REQUIREMENT:
Reproduce the records exactly, beginning with their first line and ending with the line that contains "let xx = (x_plus", and output nothing more.

--- START ---

//! The geometry of contour pictures: a quadratic in two variables, contour levels at
//! round numbers, and the level lines of values on a grid by marching squares.
//!
//! Marching squares (Lorensen and Cline's marching cubes, 1987, in two dimensions):
//! each grid cell's four corners are marked above or below the level; the edges whose
//! ends differ hold a crossing, placed by linear interpolation along the edge, and the
//! crossings are joined in pairs into segments. A cell with diagonal corners on the same
//! side (a saddle) is resolved by the value at its centre, the mean of the four corners.

/// A quadratic in two variables, `c + a x + b y + p x² + q y² + r x y`: the fitted
/// second-order surface along two factors with the others held fixed (coded units).
#[derive(Debug, Clone, Copy, PartialEq)]
pub struct Quadratic2 {
    /// The constant.
    pub constant: f64,
    /// The coefficient of x.
    pub x: f64,
    /// The coefficient of y.
    pub y: f64,
    /// The coefficient of x².
    pub xx: f64,
    /// The coefficient of y².
    pub yy: f64,
    /// The coefficient of x y.
    pub xy: f64,
}

impl Quadratic2 {
    /// The quadratic through the values of `f` at six points (exact for a quadratic `f`,
    /// up to rounding): f(0,0), f(±1,0), f(0,±1) and f(1,1).
    pub fn through(f: impl Fn(f64, f64) -> f64) -> Self {
        let centre = f(0.0, 0.0);
        let (x_plus, x_minus) = (f(1.0, 0.0), f(-1.0, 0.0));
        let (y_plus, y_minus) = (f(0.0, 1.0), f(0.0, -1.0));
        let x = (x_plus - x_minus) / 2.0;
        let xx = (x_plus + x_minus) / 2.0 - centre;
        let y = (y_plus - y_minus) / 2.0;
        let yy = (y_plus + y_minus) / 2.0 - centre;
        let xy = f(1.0, 1.0) - centre - x - xx - y - yy;
        Self {
            constant: centre,
            x,
            y,
            xx,
            yy,
            xy,
        }
    }

    /// The value at (x, y).
    pub fn at(&self, x: f64, y: f64) -> f64 {
        self.constant + x * (self.x + self.xx * x + self.xy * y) + y * (self.y + self.yy * y)
    }
}

/// Values on a regular grid: `values[j * nx + i]` at `x0 + i dx`, `y0 + j dy`.
#[derive(Debug, Clone, PartialEq)]
pub struct Grid {
    /// Points across.
    pub nx: usize,
    /// Points up.
    pub ny: usize,
    /// The first point's x.
    pub x0: f64,
    /// The first point's y.
    pub y0: f64,
    /// Spacing across.
    pub dx: f64,
    /// Spacing up.
    pub dy: f64,
    /// The values, row by row from the lowest y.
    pub values: Vec<f64>,
}

impl Grid {
    /// `f` sampled on `nx` × `ny` points spanning `x_range` and `y_range` (ends included).
    pub fn sample(nx: usize, ny: usize, x_range: (f64, f64), y_range: (f64, f64), f: impl Fn(f64, f64) -> f64) -> Self {
        let nx = nx.max(2);
        let ny = ny.max(2);
        let dx = (x_range.1 - x_range.0) / (nx - 1) as f64;
        let dy = (y_range.1 - y_range.0) / (ny - 1) as f64;
        let mut values = Vec::with_capacity(nx * ny);
        for j in 0..ny {
            let y = y_range.0 + j as f64 * dy;
            for i in 0..nx {
                values.push(f(x_range.0 + i as f64 * dx, y));
            }
        }
        Self {
            nx,
            ny,
            x0: x_range.0,
            y0: y_range.0,
            dx,
            dy,
            values,
        }
    }

    fn value(&self, i: usize, j: usize) -> f64 {
        self.values[j * self.nx + i]
    }

    /// The least and greatest finite value.
    pub fn range(&self) -> Option<(f64, f64)> {
        let mut finite = self.values.iter().copied().filter(|value| value.is_finite());
        let first = finite.next()?;
        Some(finite.fold((first, first), |(low, high), value| (low.min(value), high.max(value))))
    }

    /// The segments of the level line `level`, each a pair of points in the grid's own
    /// units (x, y). Corners equal to the level count as above it.
    pub fn level_segments(&self, level: f64) -> Vec<[(f64, f64); 2]> {
        let mut segments = Vec::new();
        for j in 0..self.ny - 1 {
            for i in 0..self.nx - 1 {
                // Corners counter-clockwise from the lower left.
                let corners = [
                    (i, j, self.value(i, j)),
                    (i + 1, j, self.value(i + 1, j)),
                    (i + 1, j + 1, self.value(i + 1, j + 1)),
                    (i, j + 1, self.value(i, j + 1)),
                ];
                if corners.iter().any(|corner| !corner.2.is_finite()) {
                    continue;
                }
                let above = corners.map(|corner| corner.2 >= level);
                if above.iter().all(|side| *side) || above.iter().all(|side| !*side) {
                    continue;
                }
                let crossing = |edge: usize| -> Option<(f64, f64)> {
                    // From the corner with the lower grid position, so that the two cells
                    // sharing an edge compute its crossing alike, to the last bit.
                    let (mut a, mut b) = (corners[edge], corners[(edge + 1) % 4]);
                    if (b.1, b.0) < (a.1, a.0) {
                        std::mem::swap(&mut a, &mut b);
                    }
                    if above[edge] == above[(edge + 1) % 4] {
                        return None;
                    }
                    let t = (level - a.2) / (b.2 - a.2);
                    let gx = a.0 as f64 + t * (b.0 as f64 - a.0 as f64);
                    let gy = a.1 as f64 + t * (b.1 as f64 - a.1 as f64);
                    Some((self.x0 + gx * self.dx, self.y0 + gy * self.dy))
                };
                let mut points = [(0.0, 0.0); 4];
                let mut found = 0;
                for edge in 0..4 {
                    if let Some(point) = crossing(edge) {
                        points[found] = point;
                        found += 1;
                    }
                }
                match (found, points) {
                    (2, [first, second, _, _]) => segments.push([first, second]),
                    (4, [p0, p1, p2, p3]) => {
                        // A saddle: edges 0..3 all cross. When the centre is on the same
                        // side as the lower-left corner, that corner's region joins the
                        // upper-right one, so the lines cut off the other two corners.
                        let centre = corners.iter().map(|corner| corner.2).sum::<f64>() / 4.0;
                        if (centre >= level) == above[0] {
                            // Cut off corner 1 (edges 0, 1) and corner 3 (edges 2, 3).
                            segments.push([p0, p1]);
                            segments.push([p2, p3]);
                        } else {
                            // Cut off corner 0 (edges 3, 0) and corner 2 (edges 1, 2).
                            segments.push([p3, p0]);
                            segments.push([p1, p2]);
                        }
                    }
                    _ => {}
                }
            }
        }
        // A level through a grid point gives zero-length pieces there; they draw nothing.
        segments.retain(|[a, b]| a != b);
        segments
    }
}

/// Contour levels at round numbers (1, 2, 2.5 or 5 times a power of ten) strictly
/// inside `low..high`, about `wanted` of them; none when the range is empty.
pub fn round_levels(low: f64, high: f64, wanted: usize) -> Vec<f64> {
    if !(low.is_finite() && high.is_finite()) || high <= low {
        return Vec::new();
    }
    let rough = (high - low) / (wanted.max(1) + 1) as f64;
    let power = 10f64.powf(rough.log10().floor());
    let step = [1.0, 2.0, 2.5, 5.0, 10.0]
        .iter()
        .map(|factor| factor * power)
        .find(|step| *step >= rough)
        .unwrap_or(10.0 * power);
    let mut levels = Vec::new();
    let mut index = (low / step).floor() as i64 + 1;
    loop {
        let level = index as f64 * step;
        if level >= high {
            break;
        }
        if level > low {
            // Rounded to the step's own decimals so that labels read as typed.
            levels.push(round_to_step(level, step));
        }
        index += 1;
        if levels.len() > 4 * wanted + 8 {
            break;
        }
    }
    levels
}

/// The decimals a step of this size needs to be written exactly (at most 10).
pub fn decimals_of_step(step: f64) -> usize {
    (0..=10)
        .find(|places| {
            let scaled = step * 10f64.powi(*places as i32);
            (scaled - scaled.round()).abs() <= 1e-6 * scaled.abs().max(1.0)
        })
        .unwrap_or(10)
}

fn round_to_step(value: f64, step: f64) -> f64 {
    let places = decimals_of_step(step) as i32;
    let scale = 10f64.powi(places);
    (value * scale).round() / scale
}

#[cfg(test)]
mod tests {
    use super::*;

    /// The level set of an elliptic quadratic is an ellipse (common practice, analytic
    /// geometry): f = 3 - (x/a)² - (y/b)² - c x y has the level f = L on the conic
    /// (x/a)² + (y/b)² + c x y = 3 - L. Every marching-squares point must lie on it within
    /// a fraction of the grid spacing (linear interpolation along an edge of a convex
    /// function errs by at most the curvature times the spacing squared).
    #[test]
    fn level_points_lie_on_the_closed_form_ellipse() {
        let (a, b, c) = (1.3, 0.8, 0.4);
        let surface = |x: f64, y: f64| 3.0 - (x / a).powi(2) - (y / b).powi(2) - c * x * y;
        let grid = Grid::sample(201, 201, (-2.0, 2.0), (-2.0, 2.0), surface);
        let spacing = grid.dx;
        for level in [1.0, 2.0, 2.5, 2.9] {
            let segments = grid.level_segments(level);
            assert!(segments.len() > 20, "level {level}: {} segments", segments.len());
            let radius_sq = 3.0 - level;
            for segment in &segments {
                for (x, y) in segment {
                    // The distance to the conic, to first order: |g| / |∇g|.
                    let g = (x / a).powi(2) + (y / b).powi(2) + c * x * y - radius_sq;
                    let gx = 2.0 * x / (a * a) + c * y;
                    let gy = 2.0 * y / (b * b) + c * x;
                    let distance = g.abs() / gx.hypot(gy);
                    assert!(distance < 0.5 * spacing, "level {level}: ({x}, {y}) is {distance} off");
                }
            }
            // The segments close into one loop: every end point is shared by exactly two
            // segments (a closed curve inside the grid); where the level passes exactly
            // through a grid point (here level 2 at (±a, 0) and (0, b)), the cells around it
            // meet there by pairs, an even number.
            let key = |point: &(f64, f64)| ((point.0 * 1e9).round() as i64, (point.1 * 1e9).round() as i64);
            let mut counts = std::collections::HashMap::new();
            for segment in &segments {
                for point in segment {
                    *counts.entry(key(point)).or_insert(0) += 1;
                }
            }
            let on_node = |key: &(i64, i64)| {
                let node = |value: i64| {
                    ((value as f64 / 1e9 + 2.0) / spacing - ((value as f64 / 1e9 + 2.0) / spacing).round()).abs() < 1e-6
                };
                node(key.0) && node(key.1)
            };
            let odd: Vec<_> = counts
                .iter()
                .filter(|(key, count)| if on_node(key) { **count % 2 == 1 } else { **count != 2 })
                .collect();
            assert!(odd.is_empty(), "level {level}: open ends {odd:?}");
            // The loop's extent along x matches the ellipse's: max x = sqrt(r² / (1/a² - c² b² / 4)).
            let widest = (radius_sq / (1.0 / (a * a) - c * c * b * b / 4.0)).sqrt();
            let found = segments.iter().flatten().map(|point| point.0).fold(f64::MIN, f64::max);
            assert!(
                (found - widest).abs() < spacing,
                "level {level}: {found} against {widest}"
            );
        }
    }

    /// A hyperbolic quadratic (a saddle) has straight level lines through the centre at
    /// its centre value: f = x y is 0 on the axes. Away from the centre's cell every
    /// point of the zero level lies on an axis.
    #[test]
    fn a_saddle_gives_the_crossing_lines() {
        let grid = Grid::sample(40, 40, (-1.0, 1.0), (-1.0, 1.0), |x, y| x * y + 0.01 * (x + y));
        let segments = grid.level_segments(0.0);
        for (x, y) in segments.iter().flatten() {
            // (x + 0.01)(y + 0.01) = 1e-4: within 0.011 of an axis-parallel line.
            assert!((x + 0.01).abs() < 0.002 || (y + 0.01).abs() < 0.002 || x.abs().max(y.abs()) < 0.1);
        }
    }

    #[test]
    fn the_quadratic_is_recovered_from_six_values() {
        let truth = Quadratic2 {
            constant: 80.0,
            x: 4.0,
            y: -3.0,
            xx: -2.5,
            yy: -1.5,
            xy: 0.75,
        };
        let found = Quadratic2::through(|x, y| truth.at(x, y));
        for (got, want) in [
            (found.constant, truth.constant),
            (found.x, truth.x),
            (found.y, truth.y),
            (found.xx, truth.xx),
            (found.yy, truth.yy),
            (found.xy, truth.xy),
        ] {
            assert!((got - want).abs() < 1e-12, "{got} against {want}");
        }
    }

    #[test]
    fn levels_fall_on_round_numbers() {
        assert_eq!(
            round_levels(71.3, 88.9, 8),
            vec![72.0, 74.0, 76.0, 78.0, 80.0, 82.0, 84.0, 86.0, 88.0]
        );
        assert_eq!(
            round_levels(0.012, 0.019, 6),
            vec![0.013, 0.014, 0.015, 0.016, 0.017, 0.018]
        );
        assert!(round_levels(5.0, 5.0, 8).is_empty());
        assert_eq!(decimals_of_step(2.5), 1);
        assert_eq!(decimals_of_step(0.05), 2);
    }
}
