/// Makes the plan: its runs in standard order, then in a randomized order
/// drawn from the seed (within blocks, which keep their order).
///
/// # Errors
///
/// [`PlanError`] naming what cannot be made and why.
pub fn make_plan(request: &PlanRequest) -> Result<Plan, PlanError> {
    check_request(request)?;
    let date = request.date.as_deref().map(parse_date).transpose()?;
    let replicates = request.replicates.max(1);
    let n_blocks = request.blocks.max(1);
    let fraction = choose_fraction(request)?;
    let kind = match &fraction {
        Some(design) if design.relation.n_generators() > 0 => DesignKind::TwoLevelFraction,
        _ if request.factors.len() == 1 => DesignKind::OneFactor,
        _ => DesignKind::FullFactorial,
    };
    let base: Vec<Vec<Setting>> = match &fraction {
        Some(design) => two_level_runs(&design.relation),
        None => {
            let total = request
                .factors
                .iter()
                .try_fold(1usize, |product, factor| product.checked_mul(factor.levels.len()));
            match total {
                Some(total) if total.saturating_mul(replicates) <= MAX_PLAN_RUNS => mixed_level_runs(&request.factors),
                _ => {
                    return Err(PlanError::TooManyRuns {
                        runs: total.unwrap_or(usize::MAX).saturating_mul(replicates),
                        limit: MAX_PLAN_RUNS,
                    })
                }
            }
        }
    };

    // Blocks: whole replicates, or confounded splits of each replicate.
    if n_blocks > 1 && !n_blocks.is_multiple_of(replicates) {
        return Err(PlanError::Blocks {
            blocks: n_blocks,
            reason: format!(
                "the number of blocks must be a multiple of the number of replicates ({replicates}): one block per replicate, or each replicate split in 2, 4, 8 ... blocks"
            ),
        });
    }
    let per_replicate = if n_blocks > 1 { n_blocks / replicates } else { 1 };
    let blocking = if per_replicate > 1 {
        let Some(design) = &fraction else {
            return Err(PlanError::Blocks {
                blocks: n_blocks,
                reason: "splitting a replicate into blocks needs a two-level plan (every factor at two levels); otherwise give one block per replicate".into(),
            });
        };
        if !per_replicate.is_power_of_two() {
            return Err(PlanError::Blocks {
                blocks: n_blocks,
                reason: format!("a replicate splits into 2, 4, 8 ... blocks, not {per_replicate}"),
            });
        }
        Some(block_design(&design.relation, per_replicate, n_blocks)?)
    } else {
        None
    };

    // Centre points.
    if request.centre_points > 0 {
        if fraction.is_none() {
            return Err(PlanError::CentrePoints {
                reason: "centre points go with two-level plans (every factor at two levels)".into(),
            });
        }
        if !request.factors.iter().any(FactorSpec::is_quantitative) {
            return Err(PlanError::CentrePoints {
                reason: "no factor has numeric levels, so there is no centre to run".into(),
            });
        }
    }
    let qualitative: Vec<usize> = (0..request.factors.len())
        .filter(|&factor| !request.factors[factor].is_quantitative())
        .collect();

    let total_runs = base.len() * replicates + request.centre_points * n_blocks;
    if total_runs > MAX_PLAN_RUNS {
        return Err(PlanError::TooManyRuns {
            runs: total_runs,
            limit: MAX_PLAN_RUNS,
        });
    }

    let mut runs: Vec<PlannedRun> = Vec::with_capacity(total_runs);
    for replicate in 0..replicates {
        for (index, settings) in base.iter().enumerate() {
            let within = blocking
                .as_ref()
                .map_or(0, |design| block_of(settings, &design.generators));
            let block = if n_blocks > 1 {
                replicate * per_replicate + within + 1
            } else {
                1
            };
            runs.push(PlannedRun {
                run_order: 0,
                standard_order: replicate * base.len() + index + 1,
                replicate: replicate + 1,
                block,
                settings: settings.clone(),
                is_centre: false,
            });
        }
    }
    // Centre runs: quantitative factors at their centre; qualitative factors
    // (which have no centre) take their levels in turn, so that each level
    // gets its share of the centre runs.
    let mut next_standard = runs.len() + 1;
    for block in 1..=n_blocks {
        for centre_index in 0..request.centre_points {
            let settings = (0..request.factors.len())
                .map(|factor| match qualitative.iter().position(|&q| q == factor) {
                    Some(position) => Setting::Level((centre_index >> position) & 1),
                    None => Setting::Centre,
                })
                .collect();
            runs.push(PlannedRun {
                run_order: 0,
                standard_order: next_standard,
                replicate: if n_blocks > 1 {
                    (block - 1) / per_replicate + 1
                } else {
                    1
                },
                block,
                settings,
                is_centre: true,
            });
            next_standard += 1;
        }
    }

    // Run order: shuffle within each block; blocks keep their order.
    let (seed, seed_from_clock) = match request.seed {
        Some(seed) => (seed, false),
        None => (seed_from_clock(), true),
    };
    let mut generator = SplitMix64::new(seed);
    runs.sort_by_key(|run| (run.block, run.standard_order));
    let mut ordered = Vec::with_capacity(runs.len());
    for block in 1..=n_blocks {
        let mut in_block: Vec<PlannedRun> = runs.iter().filter(|run| run.block == block).cloned().collect();
        generator.shuffle(&mut in_block);
        ordered.append(&mut in_block);
    }
    for (position, run) in ordered.iter_mut().enumerate() {
        run.run_order = position + 1;
    }

    let mut plan = Plan {
        id: String::new(),
        seed,
        seed_from_clock,
        date,
        kind,
        factors: request.factors.clone(),
        responses: request.responses.iter().map(|name| name.trim().to_string()).collect(),
        replicates,
        centre_points: request.centre_points,
        n_blocks,
        fraction,
        blocking,
        runs: ordered,
    };
    plan.id = plan_id(&plan);
    Ok(plan)
}
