/// A cell or row reference: zero-based row and, if letters lead, column.
fn parse_reference(text: &[u8]) -> Outcome<(u32, Option<u32>)> {
    let mut at = 0;
    let mut col: u32 = 0;
    while at < text.len() && text[at].is_ascii_alphabetic() {
        col = col * 26 + (text[at].to_ascii_uppercase() - b'A') as u32 + 1;
        if col > 1 << 20 {
            return Err(Stop::Decline);
        }
        at += 1;
    }
    let digits = &text[at..];
    if digits.is_empty() || digits.len() > 9 || !digits.iter().all(u8::is_ascii_digit) {
        return Err(Stop::Decline);
    }
    let row: u32 = digits.iter().fold(0, |row, digit| row * 10 + (digit - b'0') as u32);
    if row == 0 {
        return Err(Stop::Decline);
    }
    Ok((row - 1, (at > 0).then(|| col - 1)))
}

/// A whole number of plain decimal digits.
fn parse_index(text: &[u8]) -> Option<usize> {
    if text.is_empty() || text.len() > 18 || !text.iter().all(u8::is_ascii_digit) {
        return None;
    }
    Some(
        text.iter()
            .fold(0usize, |value, digit| value * 10 + (digit - b'0') as usize),
    )
}

/// Whether a number format shows dates or times.
///
/// The first section of the code is looked at, outside quoted text,
/// characters escaped with `\`, spacing (`_x`) and fill (`*x`) characters,
/// and bracketed parts (colours, conditions, locales), which are skipped,
/// except an elapsed-time part such as `[h]` or `[mm]`, which counts. A
/// date or time letter (d, m, y, h, s, any case) or an AM/PM marker
/// (`AM/PM`, `A/P`) makes it a date format.
pub(crate) fn is_date_format(code: &str) -> bool {
    let chars: Vec<char> = code.chars().collect();
    let mut at = 0;
    while at < chars.len() {
        let c = chars[at];
        match c {
            '"' => {
                at += 1;
                while at < chars.len() && chars[at] != '"' {
                    at += 1;
                }
            }
            '\\' | '_' | '*' => at += 1,
            ';' => return false,
            '[' => {
                let close = chars[at..].iter().position(|&c| c == ']').map(|offset| at + offset);
                let Some(close) = close else { return false };
                let inside = &chars[at + 1..close];
                if !inside.is_empty()
                    && matches!(inside[0].to_ascii_lowercase(), 'h' | 'm' | 's')
                    && inside.iter().all(|c| c.eq_ignore_ascii_case(&inside[0]))
                {
                    return true;
                }
                at = close;
            }
            'd' | 'D' | 'm' | 'M' | 'y' | 'Y' | 'h' | 'H' | 's' | 'S' => return true,
            'a' | 'A' => {
                let rest: String = chars[at..].iter().take(5).collect::<String>().to_ascii_lowercase();
                if rest.starts_with("am/pm") || rest.starts_with("a/p") {
                    return true;
                }
            }
            _ => {}
        }
        at += 1;
    }
    false
}

/// Whether a built-in number format id (ECMA-376 Part 1, 18.8.30, with the
/// East Asian date ids) shows dates or times.
pub(crate) fn is_builtin_date_id(id: u32) -> bool {
    matches!(id, 14..=22 | 27..=36 | 45..=47 | 50..=58)
}

/// Shared strings and which cell styles show dates, read once per workbook.
#[derive(Debug, Default)]
pub(crate) struct WorkbookParts {
    strings: Vec<String>,
    date_styles: Vec<bool>,
}

fn find_entry<R: Read + Seek>(archive: &zip::ZipArchive<R>, wanted: &str) -> Outcome<Option<String>> {
    if archive.index_for_name(wanted).is_some() {
        return Ok(Some(wanted.to_string()));
    }
    // A differently cased name is found by calamine's own lookup; leave it to calamine.
    let differently_cased = archive
        .file_names()
        .filter_map(Result::ok)
        .any(|name| name.eq_ignore_ascii_case(wanted));
    if differently_cased {
        Err(Stop::Decline)
    } else {
        Ok(None)
    }
}

fn read_shared_strings<R: Read>(reader: R, strings: &mut Vec<String>) -> Outcome<()> {
    let mut scanner = Scanner::new(reader);
    loop {
        match scanner.next()? {
            Token::Start { name, .. } if scanner.name_is(name, b"sst") => break,
            Token::Eof => return Err(Stop::Decline),
            _ => {}
        }
    }
    loop {
        match scanner.next()? {
            Token::Start { name, .. } if scanner.name_is(name, b"si") => {
                let mut text = String::new();
                scanner.read_string_item(b"si", &mut text)?;
                strings.push(text);
            }
            Token::End { name } if scanner.name_is(name, b"sst") => return Ok(()),
            Token::Eof => return Err(Stop::Decline),
            _ => {}
        }
    }
}

fn read_date_styles<R: Read>(reader: R, date_styles: &mut Vec<bool>) -> Outcome<()> {
    let mut scanner = Scanner::new(reader);
    let mut custom: Vec<(String, bool)> = Vec::new();
    let mut in_formats = false;
    let mut in_cell_xfs = false;
    let mut xf_depth = 0usize;
    loop {
        match scanner.next()? {
            Token::Start { name, attrs, .. } => {
                let name_bytes = scanner.bytes(name);
                let attrs = scanner.bytes(attrs);
                match name_bytes {
                    b"numFmts" => in_formats = true,
                    b"cellXfs" => in_cell_xfs = true,
                    b"numFmt" if in_formats => {
                        if let (Some(id), Some(code)) = (attribute(attrs, b"numFmtId"), attribute(attrs, b"formatCode"))
                        {
                            let mut decoded = String::new();
                            decode_text(code, &mut decoded)?;
                            let id = bytes_str(id)?.to_string();
                            let date = is_date_format(&decoded);
                            match custom.iter_mut().find(|(known, _)| *known == id) {
                                Some(entry) => entry.1 = date,
                                None => custom.push((id, date)),
                            }
                        }
                    }
                    b"xf" if in_cell_xfs => {
                        if xf_depth == 0 {
                            let date = match attribute(attrs, b"numFmtId") {
                                None => false,
                                Some(id) => {
                                    let id = bytes_str(id)?;
                                    match custom.iter().find(|(known, _)| known == id) {
                                        Some((_, date)) => *date,
                                        // Only the canonical spelling of an id names a built-in format.
                                        None => id
                                            .parse::<u32>()
                                            .is_ok_and(|number| number.to_string() == id && is_builtin_date_id(number)),
                                    }
                                }
                            };
                            date_styles.push(date);
                        }
                        xf_depth += 1;
                    }
                    _ => {}
                }
            }
            Token::End { name } => match scanner.bytes(name) {
                b"numFmts" => in_formats = false,
                b"cellXfs" => in_cell_xfs = false,
                b"xf" if in_cell_xfs => xf_depth = xf_depth.saturating_sub(1),
                _ => {}
            },
            Token::Eof => return Ok(()),
            _ => {}
        }
    }
}
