#[test]
fn the_reading_never_contradicts_the_two_level_verdict() {
    // Property: a 2^(5-2) fraction (D = AB, E = AC) with four centre points, effects of
    // random sizes, is judged by the two-level analysis against the centre points' pure
    // error; the k-way model of main effects pools the two unused columns as its error
    // and can disagree. Whatever the data, a term the lead does not count as an effect
    // is never "clearly beyond chance" in the reading, and a term it counts is never
    // "not clearly beyond chance" (the headline and the sheets below it agree).
    let mut rng = Rng(0x5EED_0FC0_DE00_0002);
    let mut disagreements = 0;
    for _trial in 0..60 {
        let mut labels: Vec<Vec<String>> = vec![Vec::new(); 5];
        let mut values = Vec::new();
        let sizes: Vec<f64> = (0..5).map(|_| (rng.uniform() - 0.5) * 0.4).collect();
        let noise = 0.005 + 0.05 * rng.uniform();
        let mut runs: Vec<[i32; 5]> = Vec::new();
        for a in [-1, 1] {
            for b in [-1, 1] {
                for c in [-1, 1] {
                    runs.push([a, b, c, a * b, a * c]);
                }
            }
        }
        runs.extend([[0; 5]; 4]);
        for run in &runs {
            for (factor, &x) in run.iter().enumerate() {
                labels[factor].push(format!("{}", 10 * (factor + 1) as i32 + x));
            }
            let mean: f64 = run.iter().zip(&sizes).map(|(&x, size)| f64::from(x) * size).sum();
            values.push(1.0 + mean + noise * (rng.uniform() - 0.5) * 3.4);
        }
        let names = ["A", "B", "C", "D", "E"];
        let factors: Vec<(&str, Vec<String>, bool)> = names
            .iter()
            .zip(labels)
            .map(|(name, labels)| (*name, labels, false))
            .collect();
        let table = table(&factors, values);
        let outcome = analyse_factorial(&table.data(), &FactorialOptions::default()).expect("outcome");
        let two = outcome.two_level.as_ref().expect("a two-level analysis");
        for effect in two.effects.iter().filter(|effect| effect.name.chars().count() == 1) {
            for line in outcome
                .reading
                .iter()
                .filter(|line| line.starts_with(&format!("{} accounts", effect.term)))
            {
                if line.contains("counted as an effect") {
                    disagreements += 1;
                }
                if effect.active {
                    assert!(
                        !line.contains("not clearly beyond chance") && !line.contains("is not counted"),
                        "{line}"
                    );
                } else {
                    assert!(
                        !line.contains("(clearly beyond chance") && !line.contains("but is counted"),
                        "{line}"
                    );
                }
            }
        }
    }
    // The case the rule is for happens in such trials (the k-way error has 2 df).
    assert!(disagreements > 0, "no trial set the two verdicts apart");
}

--- END ---

RESPONSE:
//! The geometry of contour pictures: a quadratic in two variables, contour levels at
//! round numbers, and the level lines of values on a grid by marching squares.
//!
//! Marching squares (Lorensen and Cline's marching cubes, 1987, in two dimensions):
//! each grid cell's four corners are marked above or below the level; the edges whose
//! ends differ hold a crossing, placed by linear interpolation along the edge, and the
//! crossings are joined in pairs into segments. A cell with diagonal corners on the same
//! side (a saddle) is resolved by the value at its centre, the mean of the four corners.

/// A quadratic in two variables, `c + a x + b y + p x² + q y² + r x y`: the fitted
/// second-order surface along two factors with the others held fixed (coded units).
#[derive(Debug, Clone, Copy, PartialEq)]
pub struct Quadratic2 {
    /// The constant.
    pub constant: f64,
    /// The coefficient of x.
    pub x: f64,
    /// The coefficient of y.
    pub y: f64,
    /// The coefficient of x².
    pub xx: f64,
    /// The coefficient of y².
    pub yy: f64,
    /// The coefficient of x y.
    pub xy: f64,
}

impl Quadratic2 {
    /// The quadratic through the values of `f` at six points (exact for a quadratic `f`,
    /// up to rounding): f(0,0), f(±1,0), f(0,±1) and f(1,1).
    pub fn through(f: impl Fn(f64, f64) -> f64) -> Self {
        let centre = f(0.0, 0.0);
        let (x_plus, x_minus) = (f(1.0, 0.0), f(-1.0, 0.0));
        let (y_plus, y_minus) = (f(0.0, 1.0), f(0.0, -1.0));
        let x = (x_plus - x_minus) / 2.0;
        let xx = (x_plus + x_minus) / 2.0 - centre;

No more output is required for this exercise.